Il subsiste cependant de graves aveux, obtenus hors de la question et des tortures. Les points même qui ne furent pas prouvés, n’en sont pas moins vraisemblables pour qui connaît la nature humaine, pour qui considère sérieusement la situation de l’ordre dans ses derniers temps.

Il était naturel que le relâchement s’introduisît parmi des moines, guerriers, des cadets de la noblesse, qui couraient les aventures loin de la chrétienté, souvent loin des yeux de leurs chefs, entre les périls d’une guerre à mort et les tentations d’un climat brûlant, d’un pays d’esclaves, de la luxurieuse Syrie. L’orgueil et l’honneur les soutinrent tant qu’il y eut espoir pour la Terre-Sainte. Sachons-leur gré d’avoir résisté si long-temps, lorsqu’à chaque croisade leur attente était si tristement déçue, lorsque toute prédiction mentait, que les miracles promis s’ajournaient toujours. Il n’y avait pas de semaine que la cloche de Jérusalem ne sonnât l’apparition des Arabes dans la plaine désolée. C’était toujours aux templiers, aux hospitaliers à monter à cheval, à sortir des murs. Enfin, ils perdirent Jérusalem, puis Saint-Jean d’Acre. Soldats délaissés, sentinelles perdues, faut-il s’étonner si, au soir de cette bataille de deux siècles, les bras leur tombèrent ?

La chute est grave après les grands efforts. L’ame montée si haut dans l’héroïsme et la sainteté tombe bien lourde en terre… Malade et aigrie, elle se plonge dans le mal avec une faim sauvage, comme pour se venger d’avoir cru.

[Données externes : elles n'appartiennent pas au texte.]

"""Reading ahead: the same items, the same errors, and no thread left behind."""

from __future__ import annotations

import threading
from collections.abc import Iterator

import pytest

from lineproof.ahead import ahead


def counting(n: int, closed: list[bool], end: Exception | None = None) -> Iterator[int]:
    try:
        yield from range(n)
        if end is not None:
            raise end
    finally:
        closed.append(True)


@pytest.mark.parametrize("depth", [1, 3])
def test_same_items_in_the_same_order(depth: int) -> None:
    before = threading.active_count()
    assert list(ahead(counting(50, []), depth)) == list(range(50))
    assert threading.active_count() == before


def test_errors_come_after_the_items_before_them() -> None:
    items = ahead(counting(2, [], ValueError("broken")))
    assert [next(items), next(items)] == [0, 1]
    with pytest.raises(ValueError, match="broken"):
        next(items)


def test_a_caller_who_leaves_ends_the_thread() -> None:
    before, closed = threading.active_count(), []
    items = ahead(counting(10**9, closed))
    next(items)
    items.close()
    assert threading.active_count() == before
    del items
    assert closed == [True]
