def _cut(n_periods: int = 60, assets: tuple[str, ...] = ASSETS, seed: int = 1) -> pd.DataFrame:
    rng = np.random.default_rng(seed)
    n_assets = len(assets)
    market = rng.normal(0.006, 0.045, n_periods)
    betas = np.linspace(0.5, 1.5, n_assets)
    excess = 0.001 + np.outer(market, betas) + rng.normal(0.0, 0.02, (n_periods, n_assets))
    months = pd.date_range("1960-01-31", periods=n_periods, freq="ME")
    return pd.DataFrame(
        {
            "sort": "ten",
            "asset": np.tile(assets, n_periods),
            "date": np.repeat(months, n_assets),
            "excess_return": excess.ravel(),
            "n_members": np.tile(np.arange(10.0, 10.0 + n_assets), n_periods),
            "mean_size": 250.0,
            "ante_beta": np.tile(betas, n_periods),
            "market_excess": np.repeat(market, n_assets),
            "riskless": np.repeat(rng.uniform(0.002, 0.004, n_periods), n_assets),
        }
    )


def _price(cut: pd.DataFrame, *analyses: str, level: float = 0.05, hac_lag: int | None = None):
    return price_subperiod(
        cut,
        subperiod="early",
        level=level,
        hac_lag=hac_lag,
        analyses=analyses or list(ANALYSES),
    )


def _wide(cut: pd.DataFrame) -> tuple[np.ndarray, np.ndarray]:
    returns = cut.set_index(["date", "asset"])["excess_return"].unstack()
    market = cut.groupby("date")["market_excess"].first()
    return returns[list(dict.fromkeys(cut["asset"]))].to_numpy(), market.to_numpy()[:, None]


def _number(priced: pd.DataFrame, tail: str) -> pd.Series:
    """The one row whose address ends so."""
    found = priced[address(priced) == f"ten/early/{tail}"]
    assert len(found) == 1
    return found.iloc[0]
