"""How quantities of test assets are laid out: a row an asset, or a grid where assets are ranked on two variables."""

from __future__ import annotations

from collections.abc import Callable, Iterator
from typing import NamedTuple

from lineproof.paper.context import HIGH_LOW, Context, group_name
from lineproof.paper.specification import EMPTY, Cell, Column, Panel, Row
from lineproof.paper.symbols import Phrase, said

MOST_SIDE_BY_SIDE = 12  # columns of numbers on a page


class Quantity(NamedTuple):
    """One number of each asset.

    Attributes:
        key: ASCII name.
        heading, spanner: over its column, and over several, where assets have a row each.
        name: what it is called where it has a grid of its own.
        cell: its cell of an asset, empty where there is no such number.
    """

    key: str
    heading: Phrase
    spanner: Phrase
    name: Phrase
    cell: Callable[[str], Cell]


def panels(
    context: Context,
    sort: str,
    quantities: list[Quantity],
    assets: list[str],
    beside: list[tuple[str, Phrase]],
) -> tuple[Panel, ...]:
    """Panels of the quantities; none where there is nothing to show.

    `beside` has further rows of a list, as name and label, each set apart: a grid has no place for them.
    """
    if not (quantities and assets):
        return ()
    counts = context.groups(sort)
    if len(counts) == 2 and counts[1] + 1 <= MOST_SIDE_BY_SIDE:
        return tuple(_grids(context, sort, quantities))
    rows = [(asset, Phrase([context.label(sort, asset)]), False) for asset in assets]
    rows += [(asset, label, True) for asset, label in beside]
    columns = tuple(Column(q.key, q.heading, q.spanner) for q in quantities)
    stub = said("Group" if context.ranked(sort) else "Asset")
    made = [
        Row(asset, (label,), tuple(q.cell(asset) for q in quantities), gap)
        for asset, label, gap in rows
    ]
    return (Panel("assets", Phrase(), (stub,), columns, tuple(made)),)


def _grids(context: Context, sort: str, quantities: list[Quantity]) -> Iterator[Panel]:
    """Groups of the first variable down, those of the second across; as many quantities side by side as fit."""
    first = context.groups(sort)[0]
    grids = [_Grid(quantity, context, sort) for quantity in quantities]
    widest = max(len(grid.columns()) for grid in grids)
    abreast = max(MOST_SIDE_BY_SIDE // widest, 1)
    outer, _ = context.variables(sort)
    for shown in _shared_out(grids, abreast):
        rows = [
            Row(
                f"{number:02d}",
                (Phrase([group_name(number, first)]),),
                tuple(cell for grid in shown for cell in grid.row(number)),
            )
            for number in range(1, first + 1)
        ]
        if any(grid.has_spread for grid in shown):
            means = tuple(cell for grid in shown for cell in grid.mean_row())
            rows.append(Row("mean", (said("Mean"),), means, gap=True))
        yield Panel(
            "-".join(grid.quantity.key for grid in shown),
            Phrase(),
            (Phrase([capitalised(outer)]),),
            tuple(column for grid in shown for column in grid.columns()),
            tuple(rows),
        )


def _shared_out(grids: list[_Grid], most: int) -> Iterator[list[_Grid]]:
    """Grids in lists of at most so many that differ by one at most."""
    n_lists = -(-len(grids) // most)
    size, left = divmod(len(grids), n_lists)
    start = 0
    for place in range(n_lists):
        end = start + size + (place < left)
        yield grids[start:end]
        start = end


class _Grid:
    """One quantity of all groups of a sort on two variables, with the differences in each first group if it has any."""

    def __init__(self, quantity: Quantity, context: Context, sort: str) -> None:
        self.quantity = quantity
        self.count = context.groups(sort)[1]
        self._name = said(
            "{name}, by {inner}", name=quantity.name, inner=context.variables(sort)[1]
        )
        self._groups = {context.group(sort, asset): asset for asset in context.assets(sort)}
        overall, *self._spreads = context.spreads(sort) or [None]
        self._overall = EMPTY if overall is None else quantity.cell(overall)
        self.has_spread = self._overall is not EMPTY

    def columns(self) -> list[Column]:
        names = [group_name(number, self.count) for number in range(1, self.count + 1)]
        found = [
            Column(f"{self.quantity.key}:{place:02d}", Phrase([name]), self._name)
            for place, name in enumerate(names, start=1)
        ]
        if self.has_spread:
            found.append(Column(f"{self.quantity.key}:spread", Phrase([HIGH_LOW]), self._name))
        return found

    def row(self, number: int) -> list[Cell]:
        """Cells of one group of the first variable; empty for a group that never has a return."""
        assets = (self._groups.get((number, inner)) for inner in range(1, self.count + 1))
        cells = [EMPTY if asset is None else self.quantity.cell(asset) for asset in assets]
        return [*cells, self.quantity.cell(self._spreads[number - 1])] if self.has_spread else cells

    def mean_row(self) -> list[Cell]:
        cells = [EMPTY] * self.count
        return [*cells, self._overall] if self.has_spread else cells


def lettered(place: int, title: Phrase) -> Phrase:
    """The title of one of several panels, by its place from 0: A to Z, then AA, AB, …"""
    letters = ""
    place += 1
    while place:
        place, letter = divmod(place - 1, 26)
        letters = chr(ord("A") + letter) + letters
    return said("Panel {letters}: {title}", letters=letters, title=title)


def capitalised(name: str) -> str:
    """A variable's name at the head of a column."""
    return name[:1].upper() + name[1:]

Telle paraît avoir été la chute du Temple. Tout ce qu’il y avait eu de saint en l’ordre, devint péché et souillure. Après avoir tendu de l’homme à Dieu, il tourna de Dieu à la bête[1]. Les pieuses agapes, les fraternités héroïques, couvrirent de sales amours de moines. Ils cachèrent l’infamie en s’y mettant plus avant. L’orgueil y trouvait encore son compte ; ce peuple éternel, sans famille ni génération charnelle, recruté par l’élection et

  1. On connaît notre dicton populaire : « Boire comme un templier : » Les Anglais en avaient un autre : « Omnes pueri clamabant publice et vulgariter unus ad alterum : Custodiatis vos ab osculo templariorum. » (Conc. Britann., pag. 360, testis 24.